• [What you will do] Each line with the word "nothing" must appear in the answer, copied from the records.

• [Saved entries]

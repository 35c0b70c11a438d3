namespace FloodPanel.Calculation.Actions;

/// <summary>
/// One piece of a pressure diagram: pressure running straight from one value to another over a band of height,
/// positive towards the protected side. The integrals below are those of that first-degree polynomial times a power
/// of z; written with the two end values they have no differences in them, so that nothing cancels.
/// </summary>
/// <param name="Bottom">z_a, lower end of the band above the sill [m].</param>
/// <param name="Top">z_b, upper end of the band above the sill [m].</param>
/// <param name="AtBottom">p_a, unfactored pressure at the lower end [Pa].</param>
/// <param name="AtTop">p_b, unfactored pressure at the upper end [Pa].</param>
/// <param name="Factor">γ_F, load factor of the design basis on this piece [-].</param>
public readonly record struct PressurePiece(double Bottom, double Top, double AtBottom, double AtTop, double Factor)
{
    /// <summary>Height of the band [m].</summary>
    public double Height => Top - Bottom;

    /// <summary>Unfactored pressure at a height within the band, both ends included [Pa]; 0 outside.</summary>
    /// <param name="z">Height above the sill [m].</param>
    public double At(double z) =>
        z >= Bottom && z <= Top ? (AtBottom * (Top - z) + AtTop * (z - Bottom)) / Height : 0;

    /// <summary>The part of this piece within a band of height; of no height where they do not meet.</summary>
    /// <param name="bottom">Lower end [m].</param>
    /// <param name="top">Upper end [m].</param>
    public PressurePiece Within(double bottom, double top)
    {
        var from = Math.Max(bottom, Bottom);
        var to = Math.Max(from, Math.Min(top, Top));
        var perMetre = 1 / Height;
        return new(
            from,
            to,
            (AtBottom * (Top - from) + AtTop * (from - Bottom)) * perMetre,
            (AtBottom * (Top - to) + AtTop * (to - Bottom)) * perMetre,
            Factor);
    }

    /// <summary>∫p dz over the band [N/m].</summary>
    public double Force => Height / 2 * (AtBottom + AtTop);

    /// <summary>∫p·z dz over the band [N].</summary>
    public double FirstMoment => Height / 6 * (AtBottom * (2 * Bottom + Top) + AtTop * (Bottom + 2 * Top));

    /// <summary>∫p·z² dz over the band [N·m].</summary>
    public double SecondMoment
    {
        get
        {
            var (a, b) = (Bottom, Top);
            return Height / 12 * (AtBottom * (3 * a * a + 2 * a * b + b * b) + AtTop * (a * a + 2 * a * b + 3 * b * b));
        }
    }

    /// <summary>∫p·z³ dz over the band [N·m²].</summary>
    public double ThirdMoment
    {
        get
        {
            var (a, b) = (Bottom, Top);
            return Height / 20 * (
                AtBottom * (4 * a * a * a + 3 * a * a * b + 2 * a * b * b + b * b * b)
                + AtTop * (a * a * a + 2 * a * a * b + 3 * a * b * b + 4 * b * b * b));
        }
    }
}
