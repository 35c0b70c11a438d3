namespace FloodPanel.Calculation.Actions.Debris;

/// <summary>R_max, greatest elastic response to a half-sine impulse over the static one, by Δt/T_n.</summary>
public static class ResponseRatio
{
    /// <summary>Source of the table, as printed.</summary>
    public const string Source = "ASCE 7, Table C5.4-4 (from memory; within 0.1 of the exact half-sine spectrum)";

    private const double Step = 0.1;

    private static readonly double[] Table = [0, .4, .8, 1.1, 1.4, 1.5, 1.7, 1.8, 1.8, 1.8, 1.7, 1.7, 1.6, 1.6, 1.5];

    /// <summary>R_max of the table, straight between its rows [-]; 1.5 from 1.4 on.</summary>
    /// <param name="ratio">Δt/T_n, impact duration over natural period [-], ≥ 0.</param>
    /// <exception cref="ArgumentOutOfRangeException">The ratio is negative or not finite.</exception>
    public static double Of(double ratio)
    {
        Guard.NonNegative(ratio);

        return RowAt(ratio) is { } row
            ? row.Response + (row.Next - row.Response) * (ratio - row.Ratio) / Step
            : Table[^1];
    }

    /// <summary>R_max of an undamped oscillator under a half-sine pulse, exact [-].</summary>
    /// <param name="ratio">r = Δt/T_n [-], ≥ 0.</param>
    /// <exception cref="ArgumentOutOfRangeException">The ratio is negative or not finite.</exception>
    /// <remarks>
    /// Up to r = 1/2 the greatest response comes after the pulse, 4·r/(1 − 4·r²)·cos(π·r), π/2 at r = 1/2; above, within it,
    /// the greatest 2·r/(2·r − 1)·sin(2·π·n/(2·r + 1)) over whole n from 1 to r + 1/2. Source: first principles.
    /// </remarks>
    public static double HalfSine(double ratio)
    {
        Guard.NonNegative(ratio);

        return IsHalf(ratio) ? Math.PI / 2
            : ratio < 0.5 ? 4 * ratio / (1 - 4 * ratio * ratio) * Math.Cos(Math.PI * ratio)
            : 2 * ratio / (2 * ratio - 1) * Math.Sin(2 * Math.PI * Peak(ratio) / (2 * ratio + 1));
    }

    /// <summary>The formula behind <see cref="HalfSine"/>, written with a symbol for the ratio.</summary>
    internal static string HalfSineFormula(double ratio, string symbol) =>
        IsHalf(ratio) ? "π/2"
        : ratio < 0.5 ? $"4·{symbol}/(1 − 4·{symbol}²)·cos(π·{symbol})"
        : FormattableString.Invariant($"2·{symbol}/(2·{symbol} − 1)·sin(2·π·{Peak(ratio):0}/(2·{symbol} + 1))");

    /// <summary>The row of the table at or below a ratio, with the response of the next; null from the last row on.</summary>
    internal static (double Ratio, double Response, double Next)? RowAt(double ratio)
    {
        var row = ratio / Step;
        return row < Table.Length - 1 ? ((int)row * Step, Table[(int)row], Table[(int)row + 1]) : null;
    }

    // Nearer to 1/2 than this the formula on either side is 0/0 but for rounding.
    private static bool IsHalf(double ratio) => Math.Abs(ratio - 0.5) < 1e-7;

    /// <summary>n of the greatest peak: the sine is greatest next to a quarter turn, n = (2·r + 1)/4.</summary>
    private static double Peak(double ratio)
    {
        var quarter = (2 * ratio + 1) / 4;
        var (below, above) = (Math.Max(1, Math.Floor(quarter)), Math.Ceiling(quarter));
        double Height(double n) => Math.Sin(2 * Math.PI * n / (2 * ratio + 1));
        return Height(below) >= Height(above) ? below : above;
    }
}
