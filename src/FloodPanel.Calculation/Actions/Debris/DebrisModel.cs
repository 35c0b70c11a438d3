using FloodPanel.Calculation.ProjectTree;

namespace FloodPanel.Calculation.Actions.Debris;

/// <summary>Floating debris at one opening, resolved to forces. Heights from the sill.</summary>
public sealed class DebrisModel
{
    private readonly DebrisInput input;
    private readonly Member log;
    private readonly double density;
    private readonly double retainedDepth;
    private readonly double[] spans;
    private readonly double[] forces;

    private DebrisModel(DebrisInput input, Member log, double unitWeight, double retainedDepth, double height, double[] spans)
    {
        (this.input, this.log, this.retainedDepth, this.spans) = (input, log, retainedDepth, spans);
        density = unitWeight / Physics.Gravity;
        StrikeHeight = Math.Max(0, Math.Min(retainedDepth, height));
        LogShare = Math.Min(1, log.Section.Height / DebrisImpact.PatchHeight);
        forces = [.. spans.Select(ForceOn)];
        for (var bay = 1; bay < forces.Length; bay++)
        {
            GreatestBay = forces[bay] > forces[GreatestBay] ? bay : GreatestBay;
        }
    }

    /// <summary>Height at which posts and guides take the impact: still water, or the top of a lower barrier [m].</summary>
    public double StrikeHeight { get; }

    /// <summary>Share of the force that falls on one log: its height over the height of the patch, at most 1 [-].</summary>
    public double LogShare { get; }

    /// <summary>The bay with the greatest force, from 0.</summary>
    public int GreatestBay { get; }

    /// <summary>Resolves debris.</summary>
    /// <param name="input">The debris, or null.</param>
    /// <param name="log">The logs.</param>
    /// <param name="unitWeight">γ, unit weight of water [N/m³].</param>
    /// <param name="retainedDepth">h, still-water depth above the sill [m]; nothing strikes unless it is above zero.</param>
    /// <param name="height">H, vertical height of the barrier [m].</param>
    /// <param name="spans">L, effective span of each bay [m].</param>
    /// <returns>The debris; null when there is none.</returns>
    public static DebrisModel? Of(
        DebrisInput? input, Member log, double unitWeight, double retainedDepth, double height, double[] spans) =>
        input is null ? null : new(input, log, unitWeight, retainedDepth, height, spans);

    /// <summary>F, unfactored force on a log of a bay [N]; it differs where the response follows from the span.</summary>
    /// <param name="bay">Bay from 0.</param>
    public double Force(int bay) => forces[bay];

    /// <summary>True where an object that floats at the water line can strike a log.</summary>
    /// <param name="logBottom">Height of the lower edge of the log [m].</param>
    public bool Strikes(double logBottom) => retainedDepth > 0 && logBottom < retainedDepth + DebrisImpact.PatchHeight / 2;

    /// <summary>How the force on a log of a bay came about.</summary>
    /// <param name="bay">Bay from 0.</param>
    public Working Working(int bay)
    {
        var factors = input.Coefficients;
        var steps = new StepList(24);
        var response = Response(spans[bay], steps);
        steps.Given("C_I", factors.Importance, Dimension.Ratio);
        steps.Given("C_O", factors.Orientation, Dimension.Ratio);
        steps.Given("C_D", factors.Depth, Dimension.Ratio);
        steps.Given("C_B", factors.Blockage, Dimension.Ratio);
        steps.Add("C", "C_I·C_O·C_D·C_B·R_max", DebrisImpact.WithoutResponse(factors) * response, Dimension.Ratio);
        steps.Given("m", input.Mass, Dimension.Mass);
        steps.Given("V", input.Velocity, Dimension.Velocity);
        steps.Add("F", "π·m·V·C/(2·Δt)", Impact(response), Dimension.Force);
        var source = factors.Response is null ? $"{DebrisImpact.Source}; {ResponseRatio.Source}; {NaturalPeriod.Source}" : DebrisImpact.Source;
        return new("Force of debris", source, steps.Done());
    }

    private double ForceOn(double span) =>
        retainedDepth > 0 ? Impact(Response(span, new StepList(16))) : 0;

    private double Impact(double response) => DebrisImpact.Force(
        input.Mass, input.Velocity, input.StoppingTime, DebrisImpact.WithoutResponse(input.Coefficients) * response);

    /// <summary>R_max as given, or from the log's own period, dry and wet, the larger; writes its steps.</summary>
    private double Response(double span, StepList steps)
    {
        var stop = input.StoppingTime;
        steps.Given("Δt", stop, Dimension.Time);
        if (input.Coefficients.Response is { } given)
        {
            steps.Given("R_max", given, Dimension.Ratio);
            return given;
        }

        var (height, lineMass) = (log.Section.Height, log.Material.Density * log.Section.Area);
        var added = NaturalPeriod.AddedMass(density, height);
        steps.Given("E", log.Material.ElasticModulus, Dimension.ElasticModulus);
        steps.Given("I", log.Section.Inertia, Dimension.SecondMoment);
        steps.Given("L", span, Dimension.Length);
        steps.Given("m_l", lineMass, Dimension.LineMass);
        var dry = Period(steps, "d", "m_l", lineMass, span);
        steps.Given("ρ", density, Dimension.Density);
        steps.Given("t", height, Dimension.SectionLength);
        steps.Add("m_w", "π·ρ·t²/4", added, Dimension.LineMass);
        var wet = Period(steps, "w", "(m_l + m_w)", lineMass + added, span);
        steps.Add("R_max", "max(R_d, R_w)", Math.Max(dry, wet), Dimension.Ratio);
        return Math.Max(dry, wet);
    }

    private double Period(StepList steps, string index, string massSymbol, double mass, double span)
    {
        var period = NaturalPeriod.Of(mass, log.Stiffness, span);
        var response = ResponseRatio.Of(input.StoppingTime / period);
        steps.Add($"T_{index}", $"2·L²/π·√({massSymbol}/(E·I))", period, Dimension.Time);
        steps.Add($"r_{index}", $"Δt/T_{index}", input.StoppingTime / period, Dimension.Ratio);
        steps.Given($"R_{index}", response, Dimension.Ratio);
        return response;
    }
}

• [Task answer]
/// of z; written with the two end values they have no differences in them, so that nothing cancels.
    /// <param name="retainedDepth">h, still-water depth above the sill [m]; nothing strikes unless it is above zero.</param>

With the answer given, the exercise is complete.